But note that no-knead bread is supposed to be sticky. The high hydration is
the trick to making the whole thing work, but good technique can reduce the
mess to a minimum.

If you are getting inconsistent results, I strongly recommend you weigh your
ingredients (especially flour) if you aren't already. There is a huge
variation in how much flour is in a cup, and you can swing between delicious
to disaster pretty easily. I feel that weighing of ingredients when baking is
a key to consistency.

------
Animats
Artisanal bread making. How it's _really_ done.[1] Note how much takes place
before baking.

[1]
[https://www.youtube.com/watch?v=2Qm_iHgFsPw](https://www.youtube.com/watch?v=2Qm_iHgFsPw)

------
WomanCanCode
This article reminds me of a documentary on Netflix about how we prefer to
grow surpluses of lower quality wheat crops in the US that has higher yield
output. I wonder if we will ever go back to quality as oppose to quantity ….

------
mark_l_watson
Sometimes the health food stores in town have whole wheat flat bread with just
whole wheat flour, yeast, salt, water. I can imagine my distant ancestors
eating it and feeling right at home with it.

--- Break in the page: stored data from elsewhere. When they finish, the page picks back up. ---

/**
 * Rules four to seven of the book (the others: `rules-of-the-book.test.ts`), attacked with SQL: as the role that the program runs as, and where the rule
 * holds for the owner of the tables too, as the owner. The states GW001 and on are those of the migrations; 42501 is
 * PostgreSQL's "insufficient privilege", 23505 and 23514 its broken unique key and check.
 */
import { createHash } from 'node:crypto';
import { afterAll, beforeAll, beforeEach, describe, expect, it } from 'vitest';
import { z } from 'zod';
import { recordLineParts } from '../../shared/chain/record-line.ts';
import type { MassVector } from '../../shared/mass/vector.ts';
import type { TestDatabase } from '../support/database.ts';
import { createTestDatabase } from '../support/database.ts';
import { RawBook, asRole, refusal } from '../support/raw-book.ts';

const NO_PRIVILEGE = '42501';
const G = 1_000_000n;
/** 20 g with 9 g of precious metal in it. */
const STOCK = { gross: 20n * G, gold: 7n * G, silver: 1n * G, platinum: 500_000n, palladium: 500_000n };

let db: TestDatabase;
let book: RawBook;
beforeAll(async () => {
  db = await createTestDatabase();
  await openWith(STOCK);
});
afterAll(() => db.drop());

/** A workshop of its own, with this in its safe. */
const openWith = async (mass: Partial<MassVector>) => {
  book = await RawBook.open(db);
  await book.post([book.move(book.supplier, book.safe, mass)]);
};

/** A statement by itself, as a role inside the workshop's wall. */
const attack = (role: 'owner' | 'app', sql: string, bind: readonly unknown[] = []) =>
  refusal(book.as(role, (query) => query(sql, bind)));

const head = z.object({ sequence: z.string(), hash: z.string() });
const headNow = async () =>
  head.parse((await book.as('app', (sql) => sql('SELECT sequence::text, hash FROM workshop_head')))[0]);

describe('rule 4: records are numbered without a gap, each with the hash of the one before', () => {
  beforeEach(() => openWith(STOCK));

  const row = z.object({
    sequence: z.string(),
    line: z.string(),
    previous_hash: z.string(),
    hash: z.string(),
    recorded_at: z.string(),
  });
  const chain = async () =>
    z
      .array(row)
      .parse(
        await book.as('app', (sql) =>
          sql(
            'SELECT sequence::text, line, previous_hash, hash, recorded_at::text FROM record ORDER BY record.sequence',
          ),
        ),
      );

  it('holds for posts that come together, and for those that are refused between them', async () => {
    const bad = book.move(book.safe, book.bench, { gross: 99n * G });
    await Promise.all(
      Array.from({ length: 12 }, (_, n) =>
        n % 3 === 0
          ? refusal(book.post([book.act('test_recorded', {}), bad]))
          : book.post([book.act('test_recorded', {}), book.move(book.safe, book.bench, { gross: 1n })]),
      ),
    );
    const records = await chain();
    // 6 acts and the receipt at the start, and 8 posts of two records.
    expect(records.map((record) => record.sequence)).toEqual(
      Array.from({ length: 23 }, (_, n) => String(n + 1)),
    );
    let prior = '0'.repeat(64);
    let moment = '';
    for (const record of records) {
      expect(record.previous_hash).toBe(prior);
      expect(createHash('sha256').update(record.line, 'utf8').digest('hex')).toBe(record.hash);
      expect(record.recorded_at >= moment).toBe(true);
      prior = record.hash;
      moment = record.recorded_at;
    }
    expect(await headNow()).toEqual({ sequence: '23', hash: prior });
  });

  it('a line that brings its own number, time or hash is refused', async () => {
    const { head, middle } = recordLineParts(book.act('test_recorded', {}));
    const smuggled = [
      { head: `${head}"sequence":"99",`, middle },
      { head, middle: `${middle}"sequence":"99",` },
      { head, middle: `${middle}"previous_hash":"${'0'.repeat(64)}",` },
      { head, middle: `${middle}"recorded_at":"2001-01-01T00:00:00.000Z",` },
      { head: head.replace('"note":null', '"sequence":"99"'), middle },
      { head: head.replace('"note":null', '"kind":"dossier_made"'), middle },
      { head: head.replace('"note":null,', ''), middle },
      { head: `${head}"more":null,`, middle },
    ];
    for (const parts of smuggled)
      expect([parts, await refusal(book.postParts([parts]))]).toEqual([parts, 'GW005']);
  });

  it('the head is moved by post_records alone, and nobody but a seed run by the owner hands in a time', async () => {
    expect(await attack('app', 'UPDATE workshop_head SET sequence = 0')).toBe(NO_PRIVILEGE);
    expect(await attack('app', "SELECT post_records('[]', '[]', '2001-01-01')")).toBe('GW007');
    expect(await attack('owner', "SELECT post_records('[]', '[]', '2001-01-01')")).toBe('nothing refused');
  });

  it('time never runs against the numbers, even where a seed hands in an earlier one', async () => {
    const parts = JSON.stringify([recordLineParts(book.act('test_recorded', {}))]);
    await book.as('owner', (sql) => sql("SELECT post_records($1::jsonb, '[]', '2001-01-01')", [parts]));
    const records = await chain();
    expect(records.at(-1)?.recorded_at).toBe(records.at(-2)?.recorded_at);
  });

  it('no record takes a number that is taken', async () => {
    const again = 'INSERT INTO record SELECT * FROM record ORDER BY sequence LIMIT 1';
    expect(await attack('owner', again)).toBe('23505 record_pkey');
  });
});

describe('rule 5: the same request sent twice records once', () => {
  const open = (key: string, body: string) =>
    book.as('app', (sql) =>
      sql("SELECT open_event($1, $2::uuid, $3, '{}')->>'state' AS state", [
        key,
        book.keeper,
        body.repeat(64),
      ]),
    );

  it('a key is new once; with the same body it is known, with another refused', async () => {
    expect(await open('key-0001', 'a')).toEqual([{ state: 'new' }]);
    expect(await open('key-0001', 'a')).toEqual([{ state: 'answered' }]);
    expect(await open('key-0001', 'b')).toEqual([{ state: 'other_body' }]);
  });

  it('of one key sent many times at once, one is new', async () => {
    const states = await Promise.all(Array.from({ length: 6 }, () => open('key-0002', 'a')));
    expect(states.flat().filter(({ state }) => state === 'new')).toHaveLength(1);
  });

  it('the program’s role forgets no key and gives none to another body', async () => {
    await open('key-0003', 'a');
    expect(await attack('app', 'DELETE FROM request_key')).toBe(NO_PRIVILEGE);
    expect(await attack('app', "UPDATE request_key SET body_sha256 = repeat('b', 64)")).toBe(NO_PRIVILEGE);
    expect(await attack('app', "UPDATE request_key SET key = 'key-0004'")).toBe(NO_PRIVILEGE);
  });

  it('one record is not recorded twice under two numbers', async () => {
    const record = book.move(book.safe, book.bench, { gross: 1n });
    await book.post([record]);
    expect(await refusal(book.post([record]))).toBe('23505 record_workshop_id_id_key');
  });
});

describe('rule 6: nothing enters a closed period', () => {
  const period_id = '6f0b7f3e-5d3c-4d54-9f60-1f3b6f6e0a01';
  beforeEach(() => openWith(STOCK));
  beforeEach(() =>
    book.post([book.act('period_closed', { period_id, from: '2026-03-01', to: '2026-03-31' })]),
  );

  it.each(['2026-03-01', '2026-03-31'])('neither voucher nor act of %s', async (day) => {
    const move = book.move(book.supplier, book.safe, { gross: 1n }, day);
    expect(await refusal(book.post([move]))).toBe('GW008');
    expect(await refusal(book.post([book.act('test_recorded', {}, day)]))).toBe('GW008');
  });

  it('the days round it are open, and the period is opened again by an act only', async () => {
    const on = (day: string) => refusal(book.post([book.act('test_recorded', {}, day)]));
    expect(await on('2026-02-28')).toBe('nothing refused');
    expect(await on('2026-04-01')).toBe('nothing refused');
    expect(await attack('app', 'UPDATE period SET closed = false')).toBe(NO_PRIVILEGE);
    await book.post([book.act('period_reopened', { period_id })]);
    expect(await on('2026-03-15')).toBe('nothing refused');
  });

  it('an empty table of the same name in the session’s own schema doesn’t open it', async () => {
    const parts = JSON.stringify([recordLineParts(book.act('test_recorded', {}, '2026-03-15'))]);
    const shadowed = book.as('app', async (sql) => {
      await sql('CREATE TEMPORARY TABLE period (LIKE public.period)');
      await sql('SET LOCAL search_path = pg_temp, public');
      await sql('SELECT public.post_records($1::jsonb)', [parts]);
    });
    expect(await refusal(shadowed)).toBe('GW008');
  });
});

describe('rule 7: the role that the program runs as can’t switch the rules off', () => {
  it('owns nothing, belongs to no other role, and passes over no wall', async () => {
    const rows = await db.query(
      'app',
      `SELECT rolsuper, rolbypassrls, rolcreaterole, rolcreatedb,
          (SELECT count(*)::int FROM pg_auth_members m WHERE m.member = r.oid) AS roles,
          (SELECT count(*)::int FROM pg_class c WHERE c.relowner = r.oid) AS tables,
          (SELECT count(*)::int FROM pg_proc p WHERE p.proowner = r.oid) AS functions
        FROM pg_roles r WHERE rolname = current_user`,
    );
    expect(rows).toEqual([
      {
        rolsuper: false,
        rolbypassrls: false,
        rolcreaterole: false,
        rolcreatedb: false,
        roles: 0,
        tables: 0,
        functions: 0,
      },
    ]);
  });

  it.each([
    'ALTER TABLE entry DISABLE TRIGGER ALL',
    'DROP TRIGGER entry_balances ON entry',
    'ALTER TABLE holding DROP CONSTRAINT place_never_below_nothing',
    'ALTER TABLE record DISABLE ROW LEVEL SECURITY',
    'DROP POLICY record_of_workshop ON record',
    'CREATE POLICY open ON record USING (true)',
    'DROP TABLE record CASCADE',
    "SET session_replication_role = 'replica'",
    'SET ROLE grainward_owner',
    'SET SESSION AUTHORIZATION grainward_owner',
    'ALTER ROLE grainward_app BYPASSRLS',
    'GRANT UPDATE ON record TO grainward_app',
    'CREATE TABLE public.mine (a integer)',
    'CREATE TRIGGER mine BEFORE INSERT ON entry FOR EACH ROW EXECUTE FUNCTION refuse_change()',
    "CREATE OR REPLACE FUNCTION public.is_place(kind text) RETURNS boolean LANGUAGE sql AS 'SELECT false'",
    "CREATE FUNCTION public.is_place(kind varchar) RETURNS boolean LANGUAGE sql AS 'SELECT false'",
    "SELECT apply_entries(current_workshop(), 7, NULL, '{}')",
    "SELECT project_act(current_workshop(), 1, 'period_reopened', '{}', '2026-04-01', now())",
  ])('%s', async (sql) => {
    // GRANT of what one has no right to give is a warning, not an error: then the right must not be there after it.
    const state = await attack('app', sql);
    if (sql.startsWith('GRANT')) {
      const [right] = await db.query('app', "SELECT has_table_privilege('record', 'UPDATE') AS given");
      expect(right).toEqual({ given: false });
    } else expect(state).toBe(NO_PRIVILEGE);
  });

  it('every function that runs with the owner’s rights fixes its search path', async () => {
    const loose = await db.query(
      'owner',
      `SELECT proname FROM pg_proc WHERE prosecdef AND pronamespace = 'public'::regnamespace
        AND NOT coalesce(array_to_string(proconfig, ',') LIKE '%search_path=public, pg_temp%', false)`,
    );
    expect(loose).toEqual([]);
  });

  it('without a workshop set, nothing is posted', async () => {
    const parts = JSON.stringify([recordLineParts(book.act('test_recorded', {}))]);
    const outside = asRole(db, 'app', null, (sql) => sql('SELECT post_records($1::jsonb)', [parts]));
    expect(await refusal(outside)).toBe('P0002');
  });
});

I am supposed to watch the glycemic index of food I eat so eating a small
amount of dense whole wheat flat bread works for me. I also sometimes make
pizza crust from riced fresh cauliflower and avoid the wheat altogether.

I really like the advice given in the article about only eating what our great
grandmothers would recognize as food.

------
tmikaeld
Actually tried making sourdough bread at home, the taste and texture
eventually became so superior that we don't want to buy bread in the store any
more.

Sure, there are "sourdough" bread in the store, but they always add ordinary
yeast to speed up the process, tastes nothing near the real thing.

There did open a new sourdough bakery in the city that does it correctly,
however, a single loaf cost 7€.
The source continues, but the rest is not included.